Working data START
/// A serde reader of JavaScript values for requests. serde-wasm-bindgen's reader reads
/// only the fields a struct declares (its issue 39), so `deny_unknown_fields` could not
/// refuse a misspelt option; this one hands every own key of an object to serde, reads
/// numbers as numbers (NaN and ±Infinity included), copies at most `MAX_REQUEST_BYTES`
/// characters of text out of one request (counted before each copy, so that one long
/// string shared by many fields cannot fill the memory), and walks a value only as deep as the
/// request's types go (skipped values are not walked at all).
///
/// It tracks the place of a bad field itself (`PATH`, `ERROR_PATH`; written as
/// serde_path_to_error writes a path) rather than through serde_path_to_error's wrappers,
/// and sorts a value by kind in one function that is not generic (`classify`): both keep
/// the wasm from carrying a copy of the reader per request type and per wrapper.
mod strict {
    use js_sys::{Array, JsString, Reflect};
    use serde::de::{self, DeserializeSeed, Visitor};
    use std::cell::RefCell;
    use std::fmt;
    use wasm_bindgen::prelude::*;
    use wasm_bindgen::{JsCast, JsValue};

    // Every reach into a request object goes through an import that catches: a Proxy
    // or a getter that throws gives an error, not an exception through Rust frames.
    #[wasm_bindgen]
    extern "C" {
        #[wasm_bindgen(catch, js_namespace = Object, js_name = keys)]
        fn object_keys(o: &JsValue) -> Result<Array, JsValue>;
    }

    fn get(target: &JsValue, key: &JsValue) -> Result<JsValue, Error> {
        Reflect::get(target, key)
            .map_err(|_| Error("a field that cannot be read (its getter threw)".into()))
    }

    /// A list's length, read through a catching import.
    fn length(a: &JsValue) -> Result<u32, Error> {
        let n = get(a, &JsValue::from_str("length"))?
            .as_f64()
            .unwrap_or(0.0);
        if !(n >= 0.0 && n <= u32::MAX as f64) {
            return Err(Error("a list whose length cannot be read".into()));
        }
        Ok(n as u32)
    }

    #[derive(Debug)]
    pub struct Error(String);

    impl fmt::Display for Error {
        fn fmt(&self, f: &mut fmt::Formatter) -> fmt::Result {
            f.write_str(&self.0)
        }
    }

    impl std::error::Error for Error {}

    impl de::Error for Error {
        fn custom<T: fmt::Display>(msg: T) -> Self {
            Error(msg.to_string())
        }
    }

    pub struct JsReader(pub JsValue);

    thread_local! {
        /// Characters of text the request being read may still copy.
        pub static TEXT_LEFT: std::cell::Cell<usize> = const { std::cell::Cell::new(0) };
        /// The place being read: a field name or a list index for each level.
        pub static PATH: RefCell<Vec<Segment>> = const { RefCell::new(Vec::new()) };
        /// The place of the first (innermost) error, written as `tolerances.xRel` or
        /// `values[2]`, empty at the top.
        pub static ERROR_PATH: RefCell<Option<String>> = const { RefCell::new(None) };
        /// Whether the value last read reached its visitor (a key that did is named in
        /// the place of an error, one that did not is `?`).
        static VISITED: std::cell::Cell<bool> = const { std::cell::Cell::new(false) };
    }

    pub enum Segment {
        Key(String),
        Index(u32),
        /// A key that could not be read.
        Unknown,
    }

    /// Notes the place of an error, unless an inner level has already noted its own.
    #[inline(never)]
    fn note_error() {
        ERROR_PATH.with(|e| {
            let mut e = e.borrow_mut();
            if e.is_none() {
                let mut out = String::new();
                PATH.with(|p| {
                    for (i, seg) in p.borrow().iter().enumerate() {
                        match seg {
                            Segment::Index(n) => {
                                out.push('[');
                                out.push_str(&n.to_string());
                                out.push(']');
                            }
                            Segment::Key(k) => {
                                if i > 0 {
                                    out.push('.');
                                }
                                out.push_str(k);
                            }
                            Segment::Unknown => {
                                if i > 0 {
                                    out.push('.');
                                }
                                out.push('?');
                            }
                        }
                    }
                });
                *e = Some(out);
            }
        });
    }

    /// Runs `read` one level down at `seg`, noting the place if it fails.
    fn at<T>(seg: Segment, read: impl FnOnce() -> Result<T, Error>) -> Result<T, Error> {
        PATH.with(|p| p.borrow_mut().push(seg));
        let r = read();
        if r.is_err() {
            note_error();
        }
        PATH.with(|p| p.borrow_mut().pop());
        r
    }

    /// A JavaScript value sorted by what a visitor is given for it.
    enum Kind {
        Unit,
        Bool(bool),
        Number(f64),
        Text(String),
        List(Seq),
        Object(Map),
        Other(JsValue),
    }

    /// Sorts a value by kind, copying text within the request's limit. Not generic, so
    /// that there is one copy of it.
    #[inline(never)]
    fn classify(v: JsValue) -> Result<Kind, Error> {
        if v.is_null() || v.is_undefined() {
            return Ok(Kind::Unit);
        }
        if let Some(b) = v.as_bool() {
            return Ok(Kind::Bool(b));
        }
        if let Some(x) = v.as_f64() {
            return Ok(Kind::Number(x));
        }
        if let Some(s) = v.dyn_ref::<JsString>() {
            let n = s.length() as usize;
            let left = TEXT_LEFT.with(|l| l.get());
            if n > left {
                return Err(Error(format!(
                    "a text of {n} characters, beyond the limit of {} characters of text in one request",
                    crate::api::MAX_REQUEST_BYTES
                )));
            }
            TEXT_LEFT.with(|l| l.set(left - n));
            return match s.as_string() {
                Some(text) => Ok(Kind::Text(text)),
                None => Err(Error("a text that is not valid Unicode".into())),
            };
        }
        if Array::is_array(&v) {
            let len = length(&v)?;
            return Ok(Kind::List(Seq { a: v, i: 0, len }));
        }
        if v.is_object() && !v.is_function() {
            let keys = object_keys(&v)
                .map_err(|_| Error("an object whose fields cannot be listed".into()))?;
            let len = keys.length();
            return Ok(Kind::Object(Map {
                obj: v,
                keys,
                i: 0,
                len,
                value: None,
                key: String::new(),
            }));
        }
        Ok(Kind::Other(v))
    }

    fn unexpected(v: &JsValue) -> de::Unexpected<'static> {
        if v.is_null() || v.is_undefined() {
            de::Unexpected::Unit
        } else if Array::is_array(v) {
            de::Unexpected::Seq
        } else if v.is_function() {
            de::Unexpected::Other("a function")
        } else {
            de::Unexpected::Map
        }
    }

    impl<'de> de::Deserializer<'de> for JsReader {
        type Error = Error;

        fn deserialize_any<V: Visitor<'de>>(self, visitor: V) -> Result<V::Value, Error> {
            let kind = classify(self.0)?;
            VISITED.with(|v| v.set(true));
            match kind {
                Kind::Unit => visitor.visit_unit(),
                Kind::Bool(b) => visitor.visit_bool(b),
                Kind::Number(x) => visitor.visit_f64(x),
                Kind::Text(text) => visitor.visit_string(text),
                Kind::List(seq) => visitor.visit_seq(seq),
                Kind::Object(map) => visitor.visit_map(map),
                Kind::Other(v) => Err(de::Error::invalid_type(unexpected(&v), &visitor)),
            }
        }

        fn deserialize_option<V: Visitor<'de>>(self, visitor: V) -> Result<V::Value, Error> {
            if self.0.is_null() || self.0.is_undefined() {
                visitor.visit_none()
            } else {
                visitor.visit_some(self)
            }
        }

        fn deserialize_tuple<V: Visitor<'de>>(
            self,
            len: usize,
            visitor: V,
        ) -> Result<V::Value, Error> {
            if Array::is_array(&self.0) {
                let n = length(&self.0)?;
                if n as usize != len {
                    return Err(Error(format!("expected a list of {len} items, got {n}")));
                }
            }
            self.deserialize_any(visitor)
        }

        fn deserialize_ignored_any<V: Visitor<'de>>(self, visitor: V) -> Result<V::Value, Error> {
            visitor.visit_unit()
        }

        serde::forward_to_deserialize_any! {
            bool i8 i16 i32 i64 i128 u8 u16 u32 u64 u128 f32 f64 char str string
            bytes byte_buf unit unit_struct newtype_struct seq tuple_struct
            map struct enum identifier
        }
    }

    struct Seq {
        a: JsValue,
        i: u32,
        len: u32,
    }

    impl<'de> de::SeqAccess<'de> for Seq {
        type Error = Error;
        fn next_element_seed<T: DeserializeSeed<'de>>(
            &mut self,
            seed: T,
        ) -> Result<Option<T::Value>, Error> {
            if self.i >= self.len {
                return Ok(None);
            }
            let i = self.i;
            self.i += 1;
            let item = match get(&self.a, &JsValue::from(i)) {
                Ok(item) => item,
                Err(e) => {
                    note_error();
                    return Err(e);
                }
            };
            at(Segment::Index(i), || {
                seed.deserialize(JsReader(item)).map(Some)
            })
        }
        fn size_hint(&self) -> Option<usize> {
            Some((self.len - self.i) as usize)
        }
    }

    struct Map {
        obj: JsValue,
        keys: Array,
        i: u32,
        len: u32,
        value: Option<JsValue>,
        /// The key whose value is next.
        key: String,
    }

    impl<'de> de::MapAccess<'de> for Map {
        type Error = Error;
        fn next_key_seed<K: DeserializeSeed<'de>>(
            &mut self,
            seed: K,
        ) -> Result<Option<K::Value>, Error> {
            if self.i >= self.len {
                return Ok(None);
            }
            let key = self.keys.get(self.i);
            self.i += 1;
            // As serde_path_to_error places it: an error in reading a key is at that key
            // if the key reached its visitor, else at `?`.
            let name = key.as_string().unwrap_or_default();
            VISITED.with(|v| v.set(false));
            let read = match get(&self.obj, &key) {
                Ok(value) => {
                    self.value = Some(value);
                    seed.deserialize(JsReader(key)).map(Some)
                }
                Err(e) => Err(e),
            };
            if read.is_err() {
                let seg = if VISITED.with(|v| v.get()) {
                    Segment::Key(name)
                } else {
                    Segment::Unknown
                };
                return at(seg, || read);
            }
            self.key = name;
            read
        }
        fn next_value_seed<V: DeserializeSeed<'de>>(&mut self, seed: V) -> Result<V::Value, Error> {
            let value = self.value.take().unwrap_or(JsValue::UNDEFINED);
            let key = std::mem::take(&mut self.key);
            at(Segment::Key(key), || seed.deserialize(JsReader(value)))
        }
    }
}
Working data END
● What the task asks
Transcribe verbatim. Cover the lines from the first line of the entries above to the line containing "deep as the", inclusive.

● Answer below
/// A serde reader of JavaScript values for requests. serde-wasm-bindgen's reader reads
/// only the fields a struct declares (its issue 39), so `deny_unknown_fields` could not
/// refuse a misspelt option; this one hands every own key of an object to serde, reads
/// numbers as numbers (NaN and ±Infinity included), copies at most `MAX_REQUEST_BYTES`
/// characters of text out of one request (counted before each copy, so that one long
/// string shared by many fields cannot fill the memory), and walks a value only as deep as the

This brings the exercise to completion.